To summarize the situation briefly, this graphic is from Prof. Anderson’s preface to his book:8
Further excerpts from the preface of The Dirty War On Syria:
… The British-Australian journalist Philip Knightley pointed out that war propaganda typically involves ‘a depressingly predictable pattern’ of demonising the enemy leader, then demonising the enemy people through atrocity stories, real or imagined (Knightley 2001). Accordingly, a mild-mannered eye doctor called Bashar al Assad became the ‘new evil’ in the world and, according to consistent western media reports, the Syrian Army did nothing but kill civilians for more than four years. To this day, many imagine the Syrian conflict is a ‘civil war’, a ‘popular revolt’ or some sort of internal sectarian conflict. …
… After the demonisation of Syrian leader Bashar al Assad began, a virtual information blockade was constructed against anything which might undermine the wartime storyline. Very few sensible western perspectives on Syria emerged after 2011, as critical voices were effectively blacklisted…
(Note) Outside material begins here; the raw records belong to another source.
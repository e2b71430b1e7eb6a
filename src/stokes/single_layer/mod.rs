//! The Galerkin single-layer operator: from panels to a symmetric positive definite matrix.

mod assembly;
mod clouds;
mod moments;

pub use assembly::{assemble, bytes_needed};
pub use moments::{Bodies, Moments};
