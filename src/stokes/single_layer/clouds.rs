//! Quadrature points of all panels for the far field, laid out in tiles of [`LANES`] panels.

use crate::stokes::quadrature::lanes::{LANES, TILE_NUMBERS as NUMBERS};
use crate::surface::triangle_rule::RulePoint;
use crate::surface::{Panel, Panels};

/// The points of one rule on all panels.
pub(super) struct Clouds {
    /// Points a panel.
    pub points: usize,
    /// A tile after another; within a tile, point after point: x, y, z and the three corners' weights (weight times area
    /// times basis function), each for all lanes.
    values: Vec<f64>,
}

impl Clouds {
    pub fn new(panels: &Panels, order: &[usize], rule: &[RulePoint]) -> Self {
        let tile_count = order.len().div_ceil(LANES);
        let stride = rule.len() * NUMBERS * LANES;
        let mut values = vec![0.0; tile_count * stride];
        for (tile, numbers) in values.chunks_exact_mut(stride).enumerate() {
            for lane in 0..LANES {
                // The last tile is filled up with its last panel, whose results nobody reads.
                let place = (tile * LANES + lane).min(order.len() - 1);
                fill(&panels.panels[order[place]], rule, lane, numbers);
            }
        }
        Self { points: rule.len(), values }
    }

    /// The numbers of one tile.
    pub fn tile(&self, tile: usize) -> &[f64] {
        let stride = self.points * NUMBERS * LANES;
        &self.values[tile * stride..(tile + 1) * stride]
    }

    /// One panel's points, in the same order, without the lanes.
    pub fn single(&self, place: usize, numbers: &mut Vec<f64>) {
        let lane = place % LANES;
        numbers.clear();
        numbers.extend(self.tile(place / LANES).chunks_exact(LANES).map(|lanes| lanes[lane]));
    }
}

fn fill(panel: &Panel, rule: &[RulePoint], lane: usize, numbers: &mut [f64]) {
    for (point, lanes) in rule.iter().zip(numbers.chunks_exact_mut(NUMBERS * LANES)) {
        let at = panel.patch.at(point.u, point.v);
        let weight = point.weight * at.area_normal().norm();
        let basis = [1.0 - point.u - point.v, point.u, point.v].map(|value| value * weight);
        let all = [at.position.x, at.position.y, at.position.z, basis[0], basis[1], basis[2]];
        for (slot, number) in lanes[lane..].iter_mut().step_by(LANES).zip(all) {
            *slot = number;
        }
    }
}
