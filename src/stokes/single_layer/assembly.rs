//! Assembly of the dense Galerkin matrix.
//!
//! ```text
//! A[3 m + i][3 n + j] = int int phi_m(x) G_ij(x - y) phi_n(y) dS(y) dS(x)
//! ```
//!
//! Each pair of panels is integrated once, and the matrix is `M + M^T` with `M` the sum over pairs whose first panel
//! comes later in a space-filling order. Groups of target panels are worked on in parallel, each into a buffer of its own;
//! the buffers are then added to the matrix column by column, in the order of the groups. So no two threads write to the
//! same place, and the sum does not depend on the number of threads.

use rayon::prelude::*;

use super::clouds::Clouds;
use crate::stokes::quadrature::lanes::{LANES, TileBlock};
use crate::stokes::quadrature::{Instructions, PairBlock, PairRules};
use crate::surface::{Panels, Point, triangle_rule};

/// Far rules by the distance of the centres over the larger radius, farthest first; nearer pairs are close ones.
///
/// Measured on a 3:2:1 ellipsoid of 320 panels: these keep the resistance to 1e-7; three points beyond 6 radii would cost
/// 4e-5.
const FAR_DISTANCES: [f64; 3] = [6.0, 3.0, 2.0];

/// Bytes that assembling and factorising a system of `unknowns` takes: the matrix, buffers, and coarse copies.
pub fn bytes_needed(unknowns: usize) -> u64 {
    let unknowns = unknowns as u64;
    let matrix = 8 * unknowns * unknowns;
    matrix + matrix / 8 + 2 * (1 << 20)
}

/// The matrix, both halves, column by column; `progress` hears the fraction done.
pub fn assemble(panels: &Panels, rules: &PairRules, instructions: Instructions, progress: &dyn Fn(f64)) -> Vec<f64> {
    let size = 3 * panels.node_count;
    let far = Far::new(panels, instructions);
    let mut matrix = vec![0.0; size * size];
    let count = panels.panels.len();
    let group_size = (count / 32).clamp(LANES, 48).next_multiple_of(LANES);
    let groups = (0..count).step_by(group_size).map(|from| from..(from + group_size).min(count)).collect::<Vec<_>>();
    let wave = 2 * rayon::current_num_threads();
    // The work of a group grows with its place, so waves of one size take ever longer; the last pairs count most.
    for wave_groups in groups.chunks(wave) {
        let buffers =
            wave_groups.par_iter().map(|group| Buffer::compute(panels, &far, rules, group.clone())).collect::<Vec<_>>();
        matrix.par_chunks_mut(3 * size).enumerate().for_each(|(node, columns)| {
            for buffer in &buffers {
                buffer.add_to(node, columns, size);
            }
        });
        let done = wave_groups.last().map_or(count, |group| group.end) as f64 / count as f64;
        progress(done * done);
    }
    add_transpose(&mut matrix, size);
    matrix
}

/// What the far field needs of all panels, in the order of the space-filling curve.
struct Far {
    order: Vec<usize>,
    centres: Vec<Point>,
    radii: Vec<f64>,
    clouds: [Clouds; 3],
    instructions: Instructions,
}

impl Far {
    fn new(panels: &Panels, instructions: Instructions) -> Self {
        let order = space_filling_order(panels);
        let bounds = order.iter().map(|&index| {
            let patch = &panels.panels[index].patch;
            let centre = patch.at(1.0 / 3.0, 1.0 / 3.0).position;
            let radius = patch.corners().iter().map(|corner| (corner - centre).norm()).fold(0.0, f64::max);
            (centre, radius)
        });
        let (centres, radii) = bounds.unzip();
        let rules = [triangle_rule::degree_4(), triangle_rule::degree_6(), triangle_rule::degree_8()];
        let clouds = rules.map(|rule| Clouds::new(panels, &order, rule));
        Self { order, centres, radii, clouds, instructions }
    }

    fn closeness(&self, first: usize, second: usize) -> f64 {
        (self.centres[first] - self.centres[second]).norm() / self.radii[first].max(self.radii[second])
    }
}

/// Contributions of a group of target panels: for each source node a column of its target nodes' blocks.
struct Buffer {
    /// The target nodes, in the order of the buffer.
    nodes: Vec<usize>,
    /// `blocks[(source * nodes.len() + target) * 6 + entry]`.
    blocks: Vec<f64>,
}

impl Buffer {
    fn compute(panels: &Panels, far: &Far, rules: &PairRules, group: std::ops::Range<usize>) -> Self {
        let mut local = vec![usize::MAX; panels.node_count];
        let mut nodes = Vec::new();
        for place in group.clone() {
            for &node in &panels.panels[far.order[place]].nodes {
                if local[node] == usize::MAX {
                    local[node] = nodes.len();
                    nodes.push(node);
                }
            }
        }
        let mut buffer = Self { blocks: vec![0.0; panels.node_count * nodes.len() * 6], nodes };
        let mut targets: [Vec<Vec<f64>>; 3] = Default::default();
        for (rule, singles) in targets.iter_mut().enumerate() {
            for place in group.clone() {
                let mut numbers = Vec::new();
                far.clouds[rule].single(place, &mut numbers);
                singles.push(numbers);
            }
        }
        let mut tile_block: TileBlock = [[[0.0; LANES]; 6]; 9];
        for tile in 0..group.end.div_ceil(LANES) {
            let sources = tile * LANES..((tile + 1) * LANES).min(far.order.len());
            for place in group.clone() {
                let target = &panels.panels[far.order[place]];
                let target_rows = target.nodes.map(|node| local[node]);
                let mut nearest = f64::INFINITY;
                let mut is_far = [false; LANES];
                for source in sources.clone().take_while(|&source| source <= place) {
                    let closeness = far.closeness(place, source);
                    if source < place && closeness > FAR_DISTANCES[2] {
                        is_far[source - sources.start] = true;
                        nearest = nearest.min(closeness);
                        continue;
                    }
                    let other = &panels.panels[far.order[source]];
                    let block =
                        if source == place { halved(rules.same(&target.patch)) } else { rules.close(target, other) };
                    for (a, &row) in target_rows.iter().enumerate() {
                        for (b, &node) in other.nodes.iter().enumerate() {
                            buffer.add(row, node, &block[a][b]);
                        }
                    }
                }
                if nearest == f64::INFINITY {
                    continue;
                }
                let rule = FAR_DISTANCES.iter().position(|&distance| nearest > distance).unwrap_or(2);
                let numbers = &targets[rule][place - group.start];
                far.instructions.tile_block(numbers, far.clouds[rule].tile(tile), &mut tile_block);
                for (lane, source) in sources.clone().enumerate() {
                    if !is_far[lane] {
                        continue;
                    }
                    let source_nodes = panels.panels[far.order[source]].nodes;
                    for (a, &row) in target_rows.iter().enumerate() {
                        for (b, &node) in source_nodes.iter().enumerate() {
                            let entries = std::array::from_fn(|entry| tile_block[3 * a + b][entry][lane]);
                            buffer.add(row, node, &entries);
                        }
                    }
                }
            }
        }
        buffer
    }

    #[inline(always)]
    fn add(&mut self, row: usize, source_node: usize, entries: &[f64; 6]) {
        let start = (source_node * self.nodes.len() + row) * 6;
        for (sum, entry) in self.blocks[start..start + 6].iter_mut().zip(entries) {
            *sum += entry;
        }
    }

    /// Adds the blocks of one source node to its three matrix columns.
    fn add_to(&self, source_node: usize, columns: &mut [f64], size: usize) {
        let start = source_node * self.nodes.len() * 6;
        let blocks = self.blocks[start..start + self.nodes.len() * 6].chunks_exact(6);
        for (block, &node) in blocks.zip(&self.nodes) {
            let &[xx, xy, xz, yy, yz, zz] = block else { continue };
            for (column, entries) in [[xx, xy, xz], [xy, yy, yz], [xz, yz, zz]].iter().enumerate() {
                let place = column * size + 3 * node;
                for (sum, entry) in columns[place..place + 3].iter_mut().zip(entries) {
                    *sum += entry;
                }
            }
        }
    }
}

fn halved(mut block: PairBlock) -> PairBlock {
    block.iter_mut().flatten().flatten().for_each(|entry| *entry *= 0.5);
    block
}

/// `M + M^T` in place, tile by tile so that both halves stay in the cache.
fn add_transpose(matrix: &mut [f64], size: usize) {
    const TILE: usize = 64;
    for left in (0..size).step_by(TILE) {
        for top in (left..size).step_by(TILE) {
            for column in left..(left + TILE).min(size) {
                for row in top.max(column)..(top + TILE).min(size) {
                    let (below, above) = (column * size + row, row * size + column);
                    let sum = matrix[below] + matrix[above];
                    matrix[below] = sum;
                    matrix[above] = sum;
                }
            }
        }
    }
}

/// Panels along a Morton curve through their centres, so that neighbours in the list are neighbours in space.
fn space_filling_order(panels: &Panels) -> Vec<usize> {
    let (low, high) = panels.bounding_box();
    let span = (high - low).max().max(f64::MIN_POSITIVE);
    let spread = |number: u64| (0..20).fold(0_u64, |code, bit| code | ((number >> bit) & 1) << (3 * bit));
    let mut order = (0..panels.panels.len())
        .map(|index| {
            let centre = panels.panels[index].patch.at(1.0 / 3.0, 1.0 / 3.0).position;
            let cell = (centre - low) / span;
            let code = [cell.x, cell.y, cell.z]
                .iter()
                .enumerate()
                .fold(0, |code, (k, &part)| code | spread((part.clamp(0.0, 1.0) * 1_048_575.0) as u64) << k);
            (code, index)
        })
        .collect::<Vec<_>>();
    order.sort_unstable();
    order.into_iter().map(|(_, index)| index).collect()
}
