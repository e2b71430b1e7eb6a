//! Integrals of the basis functions: right-hand sides and the null vector.

use std::ops::Range;

use crate::surface::{Panels, Point, triangle_rule};

/// Number of rigid motions of a body.
pub const MOTIONS: usize = 6;

/// The bodies that a surface consists of.
#[derive(Debug, Clone, PartialEq)]
pub struct Bodies {
    /// The reference point of each.
    pub references: Vec<Point>,
    /// The body that each closed shell belongs to.
    pub of_shell: Vec<usize>,
}

impl Bodies {
    /// Which panels are whose, where they stand body after body.
    pub fn ranges(&self, panels: &Panels) -> Vec<Range<usize>> {
        let count = |body| panels.panels.iter().filter(|panel| self.of_shell[panel.shell] == body).count();
        let mut from = 0;
        let range = |body| {
            let range = from..from + count(body);
            from = range.end;
            range
        };
        (0..self.references.len()).map(range).collect()
    }

    /// All shells as one body.
    pub fn one(reference: Point, shells: usize) -> Self {
        Self { references: vec![reference], of_shell: vec![0; shells] }
    }
}

/// Integrals of the basis functions over the surface, one column after another, three numbers a node.
#[derive(Debug, Clone)]
pub struct Moments {
    /// `int phi_n u_k dS` for the motions `u_k`, six a body: velocity along x, y, z; rotation about x, y, z through the
    /// body's reference. A body's motion is zero on the others.
    pub motions: Vec<Vec<f64>>,
    /// `int phi_n n dS` over each closed shell: the constant pressure that no velocity can tell.
    pub normals: Vec<Vec<f64>>,
}

impl Moments {
    /// The moments of all bodies.
    pub fn new(panels: &Panels, bodies: &Bodies) -> Self {
        let count = 3 * panels.node_count;
        let mut motions = vec![vec![0.0; count]; MOTIONS * bodies.references.len()];
        let mut normals = vec![vec![0.0; count]; panels.shell_count];
        for panel in &panels.panels {
            let body = bodies.of_shell[panel.shell];
            let reference = bodies.references[body];
            let first = MOTIONS * body;
            for point in triangle_rule::degree_8() {
                let at = panel.patch.at(point.u, point.v);
                let normal = at.area_normal();
                let weight = point.weight * normal.norm();
                let arm = at.position - reference;
                let basis = [1.0 - point.u - point.v, point.u, point.v];
                for (node, value) in panel.nodes.iter().zip(basis) {
                    for k in 0..3 {
                        let unit = Point::ith(k, 1.0);
                        let turning = unit.cross(&arm);
                        motions[first + k][3 * node + k] += weight * value;
                        normals[panel.shell][3 * node + k] += point.weight * value * normal[k];
                        for entry in 0..3 {
                            motions[first + 3 + k][3 * node + entry] += weight * value * turning[entry];
                        }
                    }
                }
            }
        }
        Self { motions, normals }
    }
}
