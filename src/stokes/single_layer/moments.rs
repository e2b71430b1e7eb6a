//! Integrals of the basis functions: right-hand sides and the null vector.

use crate::surface::{Panels, Point, triangle_rule};

/// Number of rigid motions.
pub const MOTIONS: usize = 6;

/// Integrals of the basis functions over the surface, one column after another, three numbers a node.
#[derive(Debug, Clone)]
pub struct Moments {
    /// `int phi_n u_k dS` for the motions `u_k`: velocity along x, y, z; rotation about x, y, z through the reference.
    pub motions: [Vec<f64>; MOTIONS],
    /// `int phi_n n dS` over each closed shell: the constant pressure that no velocity can tell.
    pub normals: Vec<Vec<f64>>,
}

impl Moments {
    /// The moments about `reference`.
    pub fn new(panels: &Panels, reference: &Point) -> Self {
        let count = 3 * panels.node_count;
        let mut motions = std::array::from_fn(|_| vec![0.0; count]);
        let mut normals = vec![vec![0.0; count]; panels.shell_count];
        for panel in &panels.panels {
            for point in triangle_rule::degree_8() {
                let at = panel.patch.at(point.u, point.v);
                let normal = at.area_normal();
                let weight = point.weight * normal.norm();
                let arm = at.position - reference;
                let basis = [1.0 - point.u - point.v, point.u, point.v];
                for (node, value) in panel.nodes.iter().zip(basis) {
                    for k in 0..3 {
                        let unit = Point::ith(k, 1.0);
                        let turning = unit.cross(&arm);
                        motions[k][3 * node + k] += weight * value;
                        normals[panel.shell][3 * node + k] += point.weight * value * normal[k];
                        for entry in 0..3 {
                            motions[3 + k][3 * node + entry] += weight * value * turning[entry];
                        }
                    }
                }
            }
        }
        Self { motions, normals }
    }
}
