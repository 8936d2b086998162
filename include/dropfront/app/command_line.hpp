#pragma once
#include "dropfront/app/console.hpp"
#include "dropfront/app/exit_status.hpp"

namespace dropfront::app {

/// The whole program: reads the arguments, runs the command, turns every error into one message and a status.
ExitStatus run(int argc, const char* const* argv, Console& console);

}  // namespace dropfront::app
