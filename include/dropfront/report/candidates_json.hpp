#pragma once
#include <string>
#include <vector>

#include "dropfront/report/result.hpp"

namespace dropfront::report {

/// candidates.json: format, title, name, status, problem, provenance, counts, proof, front, ranked, extras,
/// evidence, near_misses, prices, conflict, cautions. Same result, same bytes; no times, paths or thread
/// counts.
std::string candidates_json(const Result& result);

/// {"problems": [...]}, one candidates document each, in order.
std::string problems_json(const std::vector<std::string>& candidates_documents);

/// Value of `format` in candidates.json and study.json.
inline constexpr const char* kCandidatesFormat = "dropfront candidates 1";
inline constexpr const char* kStudyFormat = "dropfront study 1";

}  // namespace dropfront::report
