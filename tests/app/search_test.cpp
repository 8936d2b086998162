#include <algorithm>
#include <filesystem>
#include <nlohmann/json.hpp>
#include <sstream>

#include "app/program.hpp"
#include "dropfront/report/text_table.hpp"
#include "support/catch.hpp"

namespace dropfront::app {
namespace {

const std::string kTimer = "problems/towel-rail-timer.json";
const std::vector<std::string> kResultFiles{"bom.csv", "candidates.csv", "candidates.json", "summary.txt"};

TEST_CASE("search prints ranked sets that fit the terminal and says where the files are") {
  const Workshop shop;
  const auto finished = shop.run("search " + kTimer + " --effort quick");
  INFO(finished.err);
  CHECK(finished.status == 0);
  CHECK(finished.err.empty());
  CHECK(finished.out.find("Files: results/towel-rail-timer/") != std::string::npos);
  CHECK(finished.out.find("mains potential") != std::string::npos);
  CHECK(finished.out.find('\x1b') == std::string::npos);
  std::istringstream lines(finished.out);
  for (std::string line; std::getline(lines, line);) CHECK(report::display_width(line) <= report::kTextWidth);
  CHECK(shop.files_below("results/towel-rail-timer") == kResultFiles);
}

TEST_CASE("the same bytes with one thread and with two") {
  const Workshop shop;
  for (const std::string problem : {"towel-rail-timer", "leak-alarm"}) {
    for (const std::string threads : {"1", "2"}) {
      const auto finished =
          shop.run("search problems/" + problem + ".json --effort quick --budget 3000 --quiet --out out" +
                   threads + " --threads " + threads);
      REQUIRE(finished.status <= 1);
    }
    for (const auto& file : kResultFiles) {
      INFO(file);
      const auto first = shop.read("out1/" + problem + "/" + file);
      CHECK_FALSE(first.empty());
      CHECK(first == shop.read("out2/" + problem + "/" + file));
    }
  }
}

TEST_CASE("no times, paths or thread counts stand in the files") {
  const Workshop shop;
  REQUIRE(shop.run("search " + kTimer + " --effort quick --threads 2").status == 0);
  for (const auto& file : kResultFiles) {
    INFO(file);
    const auto content = shop.read("results/towel-rail-timer/" + file);
    CHECK(content.find(shop.path("")) == std::string::npos);
    CHECK(content.find("problems/") == std::string::npos);
    CHECK(content.find("thread") == std::string::npos);
  }
}

TEST_CASE("--json prints one document, the same as the file, and nothing else") {
  const Workshop shop;
  const auto finished = shop.run("search " + kTimer + " --effort quick --json");
  REQUIRE(finished.status == 0);
  CHECK(finished.err.empty());
  const auto printed = nlohmann::ordered_json::parse(finished.out);
  REQUIRE(printed["problems"].size() == 1);
  CHECK(printed["problems"][0] ==
        nlohmann::ordered_json::parse(shop.read("results/towel-rail-timer/candidates.json")));
}

TEST_CASE("a design of the result, read back by assess, gives the figures the search gave") {
  const Workshop shop;
  REQUIRE(shop.run("search " + kTimer + " --effort quick").status == 0);
  const auto result = nlohmann::ordered_json::parse(shop.read("results/towel-rail-timer/candidates.json"));
  const int number = result["ranked"]["cheapest"][0];
  const auto& evidence = result["evidence"][std::to_string(number)];
  shop.write("design.json", evidence["design"].dump());
  const auto assessed = shop.run("assess " + kTimer + " --design design.json --json");
  INFO(assessed.err);
  CHECK(assessed.status == 0);
  CHECK(nlohmann::ordered_json::parse(assessed.out) == evidence);
}

TEST_CASE("a problem without a compliant design is status 1 and names what stands in the way") {
  const Workshop shop;
  const auto finished = shop.run("search " + kTimer + " --effort quick --set 'limits.standby_power=50 mW'");
  CHECK(finished.status == 1);
  CHECK(finished.out.find("Failed most often: ") != std::string::npos);
  const auto result = nlohmann::json::parse(shop.read("results/towel-rail-timer/candidates.json"));
  CHECK(result["front"].empty());
  CHECK((result["status"] == "none found" || result["status"] == "proven none"));
  CHECK_FALSE(result["conflict"].empty());
}

TEST_CASE("one bad file among good ones: status 2, each mistake named, nothing written") {
  const Workshop shop;
  shop.write("bad.json", "{\"title\": \"x\", \"mians\": {}}");
  shop.write("worse.json", "{");
  const auto finished = shop.run("search " + kTimer + " bad.json worse.json missing.json");
  CHECK(finished.status == 2);
  CHECK(finished.out.empty());
  CHECK(std::count(finished.err.begin(), finished.err.end(), '\n') == 3);
  for (const char* word : {"bad.json", "mians", "mains", "worse.json", "missing.json"})
    CHECK(finished.err.find(word) != std::string::npos);
  CHECK_FALSE(shop.exists("results"));
}

TEST_CASE("two problems of one name would share a folder: status 2, nothing written") {
  const Workshop shop;
  const auto finished = shop.run("search " + kTimer + " ./" + kTimer);
  CHECK(finished.status == 2);
  CHECK(finished.err.find("towel-rail-timer") != std::string::npos);
  CHECK_FALSE(shop.exists("results"));
}

TEST_CASE("a folder that holds something else is never replaced") {
  const Workshop shop;
  std::filesystem::create_directories(shop.path("out/towel-rail-timer"));
  shop.write("out/towel-rail-timer/notes.txt", "mine");
  const auto finished = shop.run("search " + kTimer + " --out out");
  CHECK(finished.status == 2);
  CHECK(finished.err.find("out/towel-rail-timer") != std::string::npos);
  CHECK(shop.files_below("out") == std::vector<std::string>{"towel-rail-timer/notes.txt"});
}

TEST_CASE("a disk that refuses is status 3") {
  const Workshop shop;
  shop.write("results", "a file where the folder should be");
  const auto finished = shop.run("search " + kTimer + " --effort quick --budget 50");
  CHECK(finished.status == 3);
  CHECK(finished.err.starts_with("error: "));
  CHECK(shop.read("results") == "a file where the folder should be");
}

TEST_CASE("an interrupted run ends with status 130 and what it found is written") {
  const Workshop shop;
  const auto finished =
      shop.run_interrupted({"search", kTimer, "problems/sensor-family.json", "--effort", "deep"}, "Files: ");
  CHECK(finished.status == 130);
  CHECK(shop.exists("results/towel-rail-timer/candidates.json"));
  for (const auto& file : shop.files_below("results")) {
    INFO(file);
    CHECK(file.find(".partial") == std::string::npos);
    if (!file.ends_with(".json")) continue;
    CHECK_FALSE(nlohmann::json::parse(shop.read("results/" + file)).empty());
  }
}

}  // namespace
}  // namespace dropfront::app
Excerpts from chapter five of The Dirty War On Syria:
Bashar al Assad and Political Reform:
President Hafez al Assad [father of the current president, Bashar al Assad] had brought three decades of internal stability to Syria, after the turmoil of the 1960s. … There were substantial improvements in education and health, including universal vaccination and improved literacy for women. Between 1970 and 2010 infant mortality fell from 132 to 14 (per 1,000), while maternal mortality fell from 482 to 45 (per 100,000). … (Sen, Al- Faisal and Al-Saleh 2012: 196)9 Electricity supply to rural areas rose from 2% in 1963 to 95% in 1992 (Hinnebusch 2012: 2) Traditions of social pluralism combined with advances in education drove the human development of the country well ahead of many of the more wealthy states in the region.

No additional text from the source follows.